▶ [SOURCE INFORMATION]

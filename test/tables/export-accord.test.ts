import { describe, expect, test } from "vitest";
import { InputError } from "../../src/errors.js";
import { couplet } from "../../src/gen/couplet.js";
import { encodeDecays } from "../../src/tables/encode-decays.js";
import { type AccordOptions, exportAccord } from "../../src/tables/export-accord.js";
import { decayLine, massLine, modeLine } from "../../src/tables/export-accord-lines.js";
import { parseOwnNumbers } from "../../src/tables/export-numbers.js";
import { studyText, tablesOf } from "../chain/run.js";
import { exactSum, readAccord } from "../support/accord-reader.js";
import { CONJUGATE, DELTA, FOLDED, HALF, K_STAR, type MadeParent, madeDecays } from "./made-decays.js";

const PLAIN: AccordOptions = { numbers: new Map(), rescale: false };
const NUMBERED: AccordOptions = { ...PLAIN, numbers: parseOwnNumbers(["Z(1500)+=9900003"]) };

const exported = (parents: readonly MadeParent[], options = PLAIN) =>
  exportAccord(madeDecays(parents), "a.pb", options);

/** Modes of an id as `fraction ids`, in the order of the text. */
function modes(text: string, id: number): string[] {
  return readAccord(text)
    .decays.get(id)!
    .modes.map(({ fraction, ids }) => `${fraction} ${ids.join(" ")}`);
}

describe("lines of the accord", () => {
  // Written out by hand from the Fortran formats of arXiv:hep-ph/0311123, section 3.
  test("columns are exact", () => {
    expect(decayLine(3124, 0.0156, "Lambda(1520)")).toBe(
      "DECAY      3124     1.56000000E-02   # Lambda(1520)",
    );
    expect(modeLine(0.225, [2212, -321], "Lambda(1520) -> p K-")).toBe(
      "     2.25000000E-01    2        2212      -321   # Lambda(1520) -> p K-",
    );
    expect(massLine(2212, 0.93827209, "p")).toBe("      2212     9.38272090E-01   # p");
  });

  test("a number too small for two digits of exponent keeps its sixteen columns", () => {
    expect(decayLine(1, 1.5e-123, "x")).toBe("DECAY         1     1.50000000-123   # x");
    expect(decayLine(1, 0, "x")).toBe("DECAY         1     0.00000000E+00   # x");
  });
});

describe("decay tables as text of the accord", () => {
  test("a real table is read back: widths, masses, and fractions whose printed digits add up to exactly 1", () => {
    const bytes = encodeDecays(tablesOf(studyText("decuplet")));
    const tables = couplet.v1.DecayTables.decode(bytes);
    const { decays, massesGeV } = readAccord(exportAccord(tables, "decuplet.pb", PLAIN));
    expect([...decays.keys()]).toEqual(tables.parents.map(({ hadron }) => hadron!.mcNumber));
    for (const parent of tables.parents) {
      const { widthGeV, modes } = decays.get(parent.hadron!.mcNumber!)!;
      expect(widthGeV).toBeCloseTo(parent.totalWidth! / 1000, 10);
      expect(massesGeV.get(parent.hadron!.mcNumber!)).toBeCloseTo(parent.hadron!.mass! / 1000, 8);
      expect(exactSum(modes.map(({ written }) => written))).toBe(10n ** 20n);
      const open = parent.rows.filter(({ partsPerBillion }) => partsPerBillion! > 0);
      const wanted = open.map(({ daughters, partsPerBillion }) => [
        partsPerBillion! / 1e9,
        daughters!.map(({ mcNumber }) => mcNumber!).sort((a, b) => Math.abs(b) - Math.abs(a)),
      ]);
      const byFraction = (a: unknown[], b: unknown[]) => (b[0] as number) - (a[0] as number);
      expect(modes.map(({ fraction, ids }) => [fraction, ids])).toEqual(wanted.sort(byFraction));
      for (const { ids } of modes) {
        for (const id of ids) expect(massesGeV.has(Math.abs(id))).toBe(true);
      }
    }
  });

  test("closed modes are named in a comment only, and no fraction is 0 or negative", () => {
    const text = exported([DELTA]);
    expect(text).toContain("# not written: Delta(1232)+ -> Sigma0 K+ (closed at the nominal mass)\n");
    expect(modes(text, 2214)).toEqual(["0.666666667 2212 111", "0.333333333 2112 211"]);
  });

  test("a mode that is open only through the width of a daughter is written as its final states", () => {
    const text = exported([FOLDED, DELTA]);
    expect(modes(text, 9_900_001)).toEqual(["0.4 2212 -211", "0.4 2212 -211 111", "0.2 2112 211 -211"]);
    expect(text).toContain("# X(1300)0 -> Delta(1232)+ pi-, Delta(1232)+ -> p pi0\n");
  });

  test("the final states of an antiparticle are those of the particle's table, conjugated", () => {
    expect(modes(exported([CONJUGATE, K_STAR]), 9_900_002)).toEqual([
      "0.666666666 2212 -311 -211",
      "0.333333334 2212 -321 111",
    ]);
  });

  test("an antiparticle's own table is left to conjugation", () => {
    const anti: MadeParent = {
      ...K_STAR,
      hadron: ["K*(892)-", -323, 892, "K*(892)+"],
      rows: [["K- pi0", 1_000_000_000]],
    };
    const text = exported([K_STAR, anti]);
    expect([...readAccord(text).decays.keys()]).toEqual([323]);
    expect(text).toContain("# K*(892)- (-323): by conjugation from K*(892)+\n");
  });

  test("a user's numbers stand for hadrons without one, and the scaling is written down", () => {
    const text = exported([HALF], { ...NUMBERED, rescale: true });
    expect(modes(text, 9_900_003)).toEqual(["0.6 2112 211", "0.4 2212 111"]);
    expect(text).toContain("# scaled up to 1 from 0.500000000: the rest has no final state\n");
  });

  test("a title of two lines stays a comment", () => {
    expect(exported([DELTA]).split("\n")[0]).toBe("# made?up");
  });
});

describe("what the accord cannot hold is refused in words", () => {
  const message = (action: () => unknown) => {
    try {
      action();
    } catch (error) {
      expect(error).toBeInstanceOf(InputError);
      return (error as Error).message;
    }
    return "nothing was thrown";
  };

  test("hadrons without a number are named together, with how to give them one", () => {
    expect(message(() => exported([HALF], { ...PLAIN, rescale: true }))).toBe(
      "a.pb: expected a Monte Carlo number for every hadron, got none for Z(1500)+. Give them numbers that nothing else has in your production: --number 'Z(1500)+=ID'",
    );
  });

  test("a part of the width without final state is not scaled away unasked", () => {
    expect(message(() => exported([HALF, FOLDED], NUMBERED))).toBe(
      [
        "a.pb: expected final states for the whole width of every parent, since the accord's fractions add up to 1; got a part without any for",
        "  Z(1500)+: 50.00 % in Z(1500)+ -> (remainder) (no daughters are named)",
        "  X(1300)0: 60.00 % in X(1300)0 -> Delta(1232)+ pi- (open only through the width of a daughter that has no table here)",
        "  Complete the study, or give --rescale to scale the other modes up to 1.",
      ].join("\n"),
    );
  });

  test("a number that another hadron has, an unknown name and a text of another form are refused", () => {
    const withNumber = (...texts: string[]) =>
      message(() => exported([HALF], { numbers: parseOwnNumbers(texts), rescale: true }));
    expect(withNumber("Z(1500)+=2212")).toBe(
      "--number: expected a number of its own for each hadron, got 2212 for p and Z(1500)+. Choose another with --number.",
    );
    expect(withNumber("Z(1500)=9900003")).toBe(
      '--number: expected a hadron of this table, got "Z(1500)". Nearest: Z(1500)+.',
    );
    expect(withNumber("Z(1500)+")).toBe(
      '--number: expected NAME=ID with an integer of at most nine digits, not 0, got "Z(1500)+".',
    );
    expect(withNumber("p=1", "p=2")).toBe("--number: expected one number for p, got several.");
  });
});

▶ [WORK ORDER] Would you restate the records word for word?

▶ [OUTPUT]
filename test/tables/export-accord.test.ts
import { describe, expect, test } from "vitest";
import { InputError } from "../../src/errors.js";
import { couplet } from "../../src/gen/couplet.js";
import { encodeDecays } from "../../src/tables/encode-decays.js";
import { type AccordOptions, exportAccord } from "../../src/tables/export-accord.js";
import { decayLine, massLine, modeLine } from "../../src/tables/export-accord-lines.js";
import { parseOwnNumbers } from "../../src/tables/export-numbers.js";
import { studyText, tablesOf } from "../chain/run.js";
import { exactSum, readAccord } from "../support/accord-reader.js";
import { CONJUGATE, DELTA, FOLDED, HALF, K_STAR, type MadeParent, madeDecays } from "./made-decays.js";

const PLAIN: AccordOptions = { numbers: new Map(), rescale: false };
const NUMBERED: AccordOptions = { ...PLAIN, numbers: parseOwnNumbers(["Z(1500)+=9900003"]) };

const exported = (parents: readonly MadeParent[], options = PLAIN) =>
  exportAccord(madeDecays(parents), "a.pb", options);

/** Modes of an id as `fraction ids`, in the order of the text. */
function modes(text: string, id: number): string[] {
  return readAccord(text)
    .decays.get(id)!
    .modes.map(({ fraction, ids }) => `${fraction} ${ids.join(" ")}`);
}

describe("lines of the accord", () => {
  // Written out by hand from the Fortran formats of arXiv:hep-ph/0311123, section 3.
  test("columns are exact", () => {
    expect(decayLine(3124, 0.0156, "Lambda(1520)")).toBe(
      "DECAY      3124     1.56000000E-02   # Lambda(1520)",
    );
    expect(modeLine(0.225, [2212, -321], "Lambda(1520) -> p K-")).toBe(
      "     2.25000000E-01    2        2212      -321   # Lambda(1520) -> p K-",
    );
    expect(massLine(2212, 0.93827209, "p")).toBe("      2212     9.38272090E-01   # p");
  });

  test("a number too small for two digits of exponent keeps its sixteen columns", () => {
    expect(decayLine(1, 1.5e-123, "x")).toBe("DECAY         1     1.50000000-123   # x");
    expect(decayLine(1, 0, "x")).toBe("DECAY         1     0.00000000E+00   # x");
  });
});

describe("decay tables as text of the accord", () => {
  test("a real table is read back: widths, masses, and fractions whose printed digits add up to exactly 1", () => {
    const bytes = encodeDecays(tablesOf(studyText("decuplet")));
    const tables = couplet.v1.DecayTables.decode(bytes);
    const { decays, massesGeV } = readAccord(exportAccord(tables, "decuplet.pb", PLAIN));
    expect([...decays.keys()]).toEqual(tables.parents.map(({ hadron }) => hadron!.mcNumber));
    for (const parent of tables.parents) {
      const { widthGeV, modes } = decays.get(parent.hadron!.mcNumber!)!;
      expect(widthGeV).toBeCloseTo(parent.totalWidth! / 1000, 10);
      expect(massesGeV.get(parent.hadron!.mcNumber!)).toBeCloseTo(parent.hadron!.mass! / 1000, 8);
      expect(exactSum(modes.map(({ written }) => written))).toBe(10n ** 20n);
      const open = parent.rows.filter(({ partsPerBillion }) => partsPerBillion! > 0);
      const wanted = open.map(({ daughters, partsPerBillion }) => [
        partsPerBillion! / 1e9,
        daughters!.map(({ mcNumber }) => mcNumber!).sort((a, b) => Math.abs(b) - Math.abs(a)),
      ]);
      const byFraction = (a: unknown[], b: unknown[]) => (b[0] as number) - (a[0] as number);
      expect(modes.map(({ fraction, ids }) => [fraction, ids])).toEqual(wanted.sort(byFraction));
      for (const { ids } of modes) {
        for (const id of ids) expect(massesGeV.has(Math.abs(id))).toBe(true);
      }
    }
  });

  test("closed modes are named in a comment only, and no fraction is 0 or negative", () => {
    const text = exported([DELTA]);
    expect(text).toContain("# not written: Delta(1232)+ -> Sigma0 K+ (closed at the nominal mass)\n");
    expect(modes(text, 2214)).toEqual(["0.666666667 2212 111", "0.333333333 2112 211"]);
  });

  test("a mode that is open only through the width of a daughter is written as its final states", () => {
    const text = exported([FOLDED, DELTA]);
    expect(modes(text, 9_900_001)).toEqual(["0.4 2212 -211", "0.4 2212 -211 111", "0.2 2112 211 -211"]);
    expect(text).toContain("# X(1300)0 -> Delta(1232)+ pi-, Delta(1232)+ -> p pi0\n");
  });

  test("the final states of an antiparticle are those of the particle's table, conjugated", () => {
    expect(modes(exported([CONJUGATE, K_STAR]), 9_900_002)).toEqual([
      "0.666666666 2212 -311 -211",
      "0.333333334 2212 -321 111",
    ]);
  });

  test("an antiparticle's own table is left to conjugation", () => {
    const anti: MadeParent = {
      ...K_STAR,
      hadron: ["K*(892)-", -323, 892, "K*(892)+"],
      rows: [["K- pi0", 1_000_000_000]],
    };
    const text = exported([K_STAR, anti]);
    expect([...readAccord(text).decays.keys()]).toEqual([323]);
    expect(text).toContain("# K*(892)- (-323): by conjugation from K*(892)+\n");
  });

  test("a user's numbers stand for hadrons without one, and the scaling is written down", () => {
    const text = exported([HALF], { ...NUMBERED, rescale: true });
    expect(modes(text, 9_900_003)).toEqual(["0.6 2112 211", "0.4 2212 111"]);
    expect(text).toContain("# scaled up to 1 from 0.500000000: the rest has no final state\n");
  });

  test("a title of two lines stays a comment", () => {
    expect(exported([DELTA]).split("\n")[0]).toBe("# made?up");
  });
});

describe("what the accord cannot hold is refused in words", () => {
  const message = (action: () => unknown) => {
    try {
      action();
    } catch (error) {
      expect(error).toBeInstanceOf(InputError);
      return (error as Error).message;
    }
    return "nothing was thrown";
  };

  test("hadrons without a number are named together, with how to give them one", () => {
    expect(message(() => exported([HALF], { ...PLAIN, rescale: true }))).toBe(
      "a.pb: expected a Monte Carlo number for every hadron, got none for Z(1500)+. Give them numbers that nothing else has in your production: --number 'Z(1500)+=ID'",
    );
  });

  test("a part of the width without final state is not scaled away unasked", () => {
    expect(message(() => exported([HALF, FOLDED], NUMBERED))).toBe(
      [
        "a.pb: expected final states for the whole width of every parent, since the accord's fractions add up to 1; got a part without any for",
        "  Z(1500)+: 50.00 % in Z(1500)+ -> (remainder) (no daughters are named)",
        "  X(1300)0: 60.00 % in X(1300)0 -> Delta(1232)+ pi- (open only through the width of a daughter that has no table here)",
        "  Complete the study, or give --rescale to scale the other modes up to 1.",
      ].join("\n"),
    );
  });

  test("a number that another hadron has, an unknown name and a text of another form are refused", () => {
    const withNumber = (...texts: string[]) =>
      message(() => exported([HALF], { numbers: parseOwnNumbers(texts), rescale: true }));
    expect(withNumber("Z(1500)+=2212")).toBe(
      "--number: expected a number of its own for each hadron, got 2212 for p and Z(1500)+. Choose another with --number.",
    );
    expect(withNumber("Z(1500)=9900003")).toBe(
      '--number: expected a hadron of this table, got "Z(1500)". Nearest: Z(1500)+.',
    );
    expect(withNumber("Z(1500)+")).toBe(
      '--number: expected NAME=ID with an integer of at most nine digits, not 0, got "Z(1500)+".',
    );
    expect(withNumber("p=1", "p=2")).toBe("--number: expected one number for p, got several.");
  });
});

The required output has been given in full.